We will use the flights
data from seaborn to calculate and shade the confidence interval.
# import package
import seaborn as sns
# sample data
flights = sns.load_dataset("flights")
flights.head()
# output
year month passengers
0 1949 Jan 112
1 1949 Feb 118
2 1949 Mar 132
3 1949 Apr 129
4 1949 May 121
Calculate the 95% confidence interval using pandas groupby
function,
# import package
import pandas as pd
import numpy as np
import matplotlib.pyplot as plt
# calculate upper and lower 95% confidence interval
df = flights.groupby(["year"])['passengers'].describe()[["count", "mean", "std"]].reset_index()
df["lower_ci"] = df["mean"] - 1.96*(df["std"]/np.sqrt(df["count"]))

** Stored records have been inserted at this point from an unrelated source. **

import type { Knex } from 'knex';

// Every e-mail is written here before it is handed to the queue, so none is lost if Redis
// or the SMTP server is down; the worker marks it sent.
export async function up(knex: Knex): Promise<void> {
  await knex.schema.createTable('emails', (t) => {
    t.increments('id').primary();
    t.integer('firm_id').unsigned().nullable().references('firms.id').onDelete('CASCADE');
    t.string('to_address', 254).notNullable();
    t.string('subject', 200).notNullable();
    t.text('text_body').notNullable();
    t.text('html_body').nullable();
    t.string('purpose', 40).notNullable();
    t.integer('attempts').unsigned().notNullable().defaultTo(0);
    t.string('last_error', 500).nullable();
    // A delivery holds the row until then, so two workers never send the same e-mail at once.
    t.timestamp('claimed_until', { precision: 3 }).nullable();
    t.timestamp('sent_at', { precision: 3 }).nullable();
    t.timestamp('created_at', { precision: 3 }).notNullable().defaultTo(knex.fn.now(3));
    t.index(['sent_at', 'created_at']);
    t.index(['firm_id', 'created_at']);
  });
}

export async function down(knex: Knex): Promise<void> {
  await knex.schema.dropTable('emails');
}
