import type { Knex } from 'knex';

// The job's fields two people could edit at once (the notes on the sheet, the survey in the booking) carry a
// version: a write names the version it was made on and is refused (409) when another landed since.
export async function up(knex: Knex): Promise<void> {
  await knex.schema.alterTable('jobs', (t) => {
    t.integer('notes_version').unsigned().notNullable().defaultTo(0);
    t.integer('survey_version').unsigned().notNullable().defaultTo(0);
  });
}

export async function down(knex: Knex): Promise<void> {
  await knex.schema.alterTable('jobs', (t) => {
    t.dropColumn('notes_version');
    t.dropColumn('survey_version');
  });
}
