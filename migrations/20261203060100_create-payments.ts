import type { Knex } from 'knex';

// One attempt to pay an invoice through the payment service's hosted checkout: made pending when the checkout
// session is made, then succeeded, failed or expired as its webhooks arrive. refunded_pence is the charge's own
// running total from the service, so a late or repeated refund event sets it rather than adding to it.
export async function up(knex: Knex): Promise<void> {
  await knex.schema.createTable('payments', (t) => {
    t.increments('id').primary();
    t.integer('firm_id').unsigned().notNullable().references('firms.id').onDelete('CASCADE');
    t.integer('invoice_id').unsigned().notNullable();
    t.string('checkout_session_id', 255).notNullable();
    t.string('payment_intent_id', 255).nullable();
    t.integer('amount_pence').unsigned().notNullable();
    t.integer('refunded_pence').unsigned().notNullable().defaultTo(0);
    t.enum('status', ['pending', 'succeeded', 'failed', 'expired']).notNullable().defaultTo('pending');
    t.string('failure_message', 255).nullable();
    t.enum('started_from', ['email_link', 'doorstep']).notNullable();
    t.timestamp('paid_at', { precision: 3 }).nullable();
    t.timestamp('created_at', { precision: 3 }).notNullable().defaultTo(knex.fn.now(3));
    t.timestamp('updated_at', { precision: 3 }).notNullable().defaultTo(knex.fn.now(3));
    t.unique(['checkout_session_id']);
    t.unique(['payment_intent_id']);
    t.index(['firm_id', 'invoice_id']);
    t.index(['firm_id', 'paid_at']);
  });
}

export async function down(knex: Knex): Promise<void> {
  await knex.schema.dropTable('payments');
}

df["upper_ci"] = df["mean"] + 1.96*(df["std"]/np.sqrt(df["count"]))
df.head()
# output
year count mean std lower_ci upper_ci
0 1949 12.0 126.666667 13.720147 118.903763 134.429570
1 1950 12.0 139.666667 19.070841 128.876323 150.457011
2 1951 12.0 170.166667 18.438267 159.734235 180.599098
3 1952 12.0 197.000000 22.966379 184.005548 209.994452
4 1953 12.0 225.000000 28.466887 208.893343 241.106657
Plot and shade the 95% confidence interval,
# import package
import matplotlib.pyplot as plt
plt.plot(df["mean"], label='Mean')
plt.plot(df["lower_ci"],'-b', label='Upper CI')
plt.plot(df["upper_ci"],'-r', label='Lower CI')
plt.fill_between(df["mean"], df["lower_ci"], df["upper_ci"], )
plt.legend()
plt.show()
You can see that the 95% confidence interval is shaded using the fill_between
function from the matplotlib.
3 Regression plot
In addition to the line plot, you can also plot the confidence interval for the regression plot (scatter plot with linear regression line).
# import package
import seaborn as sns
import matplotlib.pyplot as plt
# sample data
mpg = sns.load_dataset("mpg")
mpg.head()
# output
mpg cylinders displacement horsepower weight acceleration model_year origin name
0 18.0 8 307.0 130.0 3504 12.0 70 usa chevrolet chevelle malibu
1 15.0 8 350.0 165.0 3693 11.5 70 usa buick skylark 320
2 18.0 8 318.0 150.0 3436 11.0 70 usa plymouth satellite
3 16.0 8 304.0 150.0 3433 12.0 70 usa amc rebel sst
4 17.0 8 302.0 140.0 3449 10.5 70 usa ford torino
Create a scatter plot between weight
and mpg
variables, and add a regression line with 95% confidence interval
# import package
import seaborn as sns
import matplotlib.pyplot as plt
# create regression plot with confidence interval
sns.regplot(data=mpg, x="weight", y="mpg",ci=95, line_kws=dict(color="r"))
plt.show()
The 95% confidence interval (the shaded region around the red line) for the regression plot is calculated using the bootstrap method (the dataset is randomly resampled with a replacement for a certain number of times, and statistics are calculated from the bootstrap sampling).